In 2013, a jury in Phoenix state court returned a verdict in Kool’s favor and against Mr. Evans and Aegis on counts of negligent misrepresentation, securities fraud and fraud. It apportioned liability equally between him and Aegis for the $250,000, according to court papers. The court later granted Kool’s request for $261,251 in attorney’s fees and for prejudgment interest. 

CNA denied coverage in the matter, and Kool filed suit against the insurer as a judgment creditor. The U.S. District Court in Phoenix ruled CNA was not obligated to provide coverage, and Kool appealed.

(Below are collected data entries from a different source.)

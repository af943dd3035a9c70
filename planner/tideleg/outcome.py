"""What a run found: frames, totals, limits, and the JSON of it. No physics and no drawing here."""

from __future__ import annotations

import dataclasses
import math
from collections.abc import Mapping
from dataclasses import dataclass, field
from pathlib import Path
from typing import TYPE_CHECKING, Any

from tideleg.caution import Safety
from tideleg.limits import LimitCheck
from tideleg.worn import NO_WEAR, Wear

if TYPE_CHECKING:
    import pandas as pd

    from tideleg.reaching import Reach
    from tideleg.waveform import FloatArray

SCHEMA_VERSION = 1
"""Version of summary.json; grows when a key changes its meaning or goes."""


@dataclass(frozen=True)
class LossEntry:
    """Energy that one mechanism of one sort of part costs in one pass of one mission, all equal parts together.

    part : slot name
    mechanism : such as "channel conduction"
    discharge_j, charge_j, idle_j : energy while the stage discharges, charges, idles [J]
    """

    part: str
    mechanism: str
    discharge_j: float
    charge_j: float
    idle_j: float

    @property
    def total_j(self) -> float:
        """Energy of one pass in all directions [J]."""
        return self.discharge_j + self.charge_j + self.idle_j


@dataclass(frozen=True)
class OutsideEntry:
    """A loss term that asked its table of points beyond what they cover, in one pass of one mission.

    part, mechanism : of the term
    time_share : share of the mission's time [-]
    energy_share : share of the term's own energy [-]
    """

    part: str
    mechanism: str
    time_share: float
    energy_share: float


@dataclass(frozen=True)
class GradeEntry:
    """What one number of a part is worth, and what rests on it.

    key : dotted key in the plan
    grade : "measured", "datasheet", "typical" or "guess"
    touches : loss terms that come out otherwise without it, or temperatures
    loss_share : how much of the loss of a year would move if the number were left out [-]; None where no term reads it
    """

    key: str
    grade: str
    touches: tuple[str, ...]
    loss_share: float | None


@dataclass(frozen=True)
class EnergyAccount:
    """Where the energy of one pass went [J]; the residuals show how well the books close.

    link_out_j, link_in_j : delivered to and taken from the link, magnitudes
    battery_out_j, battery_in_j : given and taken at the battery terminals, magnitudes
    loss_j : lost in the stage
    battery_heat_j : lost in the battery's own resistance
    curtailed_j : requested and not delivered, magnitude
    requested_j : requested, magnitude
    throughput_j : magnitudes of battery energy both ways, the measure for the residuals
    residual : (battery - link - loss)/throughput as reported [-]
    recomputed_residual : the same with losses computed anew from the reported currents and temperatures [-]
    """

    link_out_j: float
    link_in_j: float
    battery_out_j: float
    battery_in_j: float
    loss_j: float
    battery_heat_j: float
    curtailed_j: float
    requested_j: float
    throughput_j: float
    residual: float
    recomputed_residual: float


@dataclass(frozen=True)
class ThermalEntry:
    """Temperatures of one sort of part over all missions.

    part : slot name
    greatest_degc, mean_degc : greatest at the end of any step, time mean
    swing_k : greatest less least
    time_s, mission : instant of the greatest
    loop_gain : greatest K by which one kelvin of warming comes back through loss and cooling at rest [-]; 1 is runaway
    """

    part: str
    greatest_degc: float
    mean_degc: float
    swing_k: float
    time_s: float
    mission: str
    loop_gain: float


@dataclass(frozen=True)
class BatteryEntry:
    """The battery over one pass of one mission; soc fields are None where the state of charge is not modelled.

    throughput_wh : at the terminals, both ways [Wh]
    stored_change_j : energy at open-circuit voltage put in less taken out [J]
    depth_cycles : (least depth, greatest depth [-], cycles in one pass [-]) by rainflow, rest as half cycles; full
        cycles of equal throughput do not tell how deep they went
    """

    start_soc: float | None
    end_soc: float | None
    least_soc: float | None
    greatest_soc: float | None
    throughput_ah: float
    equivalent_full_cycles: float | None
    least_voltage_v: float
    greatest_voltage_v: float
    greatest_discharge_a: float
    greatest_charge_a: float
    throughput_wh: float = 0.0
    stored_change_j: float = 0.0
    depth_cycles: tuple[tuple[float, float, float], ...] = ()


@dataclass(frozen=True)
class ChoiceAccount:
    """What a topology chose along one pass, and what choosing was worth.

    name : what is chosen, such as "active_legs"
    share_of_time : by word [-]
    changes_per_hour : how often the choice changed
    plain : the word that a stage without choices would hold; None where that means nothing
    saved_j : loss with `plain` at every step less the loss as chosen, at the same temperatures [J]; None without it
    """

    name: str
    share_of_time: Mapping[str, float]
    changes_per_hour: float
    plain: str | None
    saved_j: float | None


@dataclass(frozen=True)
class MissionResult:
    """One mission, run once.

    name, passes_per_year : of the mission
    rules : sentences that say how the profile was read
    steps : one row a step, columns with units in their names
    energy, losses, battery, choice : accounts of one pass
    passes : passes that the relaxation took in its hardest block
    reach : where it asks the topology to operate
    outside : terms that asked their tables beyond what those cover
    """

    name: str
    passes_per_year: float
    rules: tuple[str, ...]
    steps: pd.DataFrame = field(repr=False)
    energy: EnergyAccount
    losses: tuple[LossEntry, ...]
    battery: BatteryEntry
    passes: int
    choice: ChoiceAccount | None = None
    reach: Reach | None = field(default=None, repr=False)
    outside: tuple[OutsideEntry, ...] = ()


@dataclass(frozen=True)
class MissionYear:
    """One mission over a year: hours, energy through the battery, loss of the stage and its share of the year's."""

    mission: str
    passes: float
    hours: float
    throughput_kwh: float
    loss_kwh: float
    loss_share: float


@dataclass(frozen=True)
class Year:
    """A whole year.

    missions : each over the year
    standby_hours, standby_kwh, standby_share : with the gates off and the control alive
    parked_hours : the rest, in which nothing is drawn
    """

    missions: tuple[MissionYear, ...]
    standby_hours: float
    standby_kwh: float
    standby_share: float
    parked_hours: float


@dataclass(frozen=True)
class PartEntry:
    """One sort of part in the stage.

    name, kind : slot and sort
    copies : equal places in the stage
    in_parallel : chips that share each place
    facts : label -> value as a person reads it, such as "inductance" -> "110 uH"
    grades : key -> what its number is worth, where that is said
    """

    name: str
    kind: str
    copies: int
    in_parallel: int
    facts: Mapping[str, str]
    grades: Mapping[str, str] = field(default_factory=dict)


@dataclass(frozen=True)
class Trace:
    """One waveform over one switching period at the worst instant, as corner points.

    label : such as "inductor current"
    part : slot name
    time_s : corner points within the period [s]
    current_a : [A]
    """

    label: str
    part: str
    time_s: FloatArray = field(repr=False)
    current_a: FloatArray = field(repr=False)


@dataclass(frozen=True)
class WorstInstant:
    """The step at which the binding limit (or the greatest loss, where no limit binds) is met."""

    why: str
    mission: str
    time_s: float
    values: Mapping[str, float]
    traces: tuple[Trace, ...] = field(repr=False)


@dataclass(frozen=True)
class Change:
    """What one change of the plan does to the answer: a re-run, not a derivative.

    what : the change in words, such as "coolant 10 K warmer"
    holds : whether every limit still holds
    binding : name and part of the limit that binds then, or why there is no answer
    used : share of that limit in use [-]; None where there is no answer
    greatest_junction_degc : None where no junction is modelled or there is no answer
    efficiency : [-]; None where there is no answer
    damage : of the part that temperature wears most in the unchanged plan, over its damage there [-]; None where no
        life is modelled or there is no answer
    """

    what: str
    holds: bool
    binding: str
    used: float | None
    greatest_junction_degc: float | None
    efficiency: float | None
    damage: float | None = None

A three-judge panel of the 9th U.S. Circuit Court of Appeals In San Francisco unanimously affirmed the lower courts ruled. “To be covered by the Continental Casualty professional lability insurance policy, Evans’ conduct must have met the policy’s definition of ‘professional services,’” which is defined as either work performed for HarnerEvans’ remuneration, or approved pro bono work, said the ruling.

Neither is the case here, according to the ruling. “There is no evidence in the District Court record that the investment solicitation by Evans was for remuneration inuring to the benefit of HarnerEvans. Nor is there any evidence that the investment solicitation constituted pro bono work,” said the ruling.
 
It added Mr. Evans had paid himself $32,000 from the Aegis Jet bank account holding the Kool Radiators investment just one day after the firm made the investment.

“Soliciting an investment in a company in which Evans had a financial stake and then taking some of that money for himself, was not pro bono work,” said the ruling, in affirming the lower court ruling.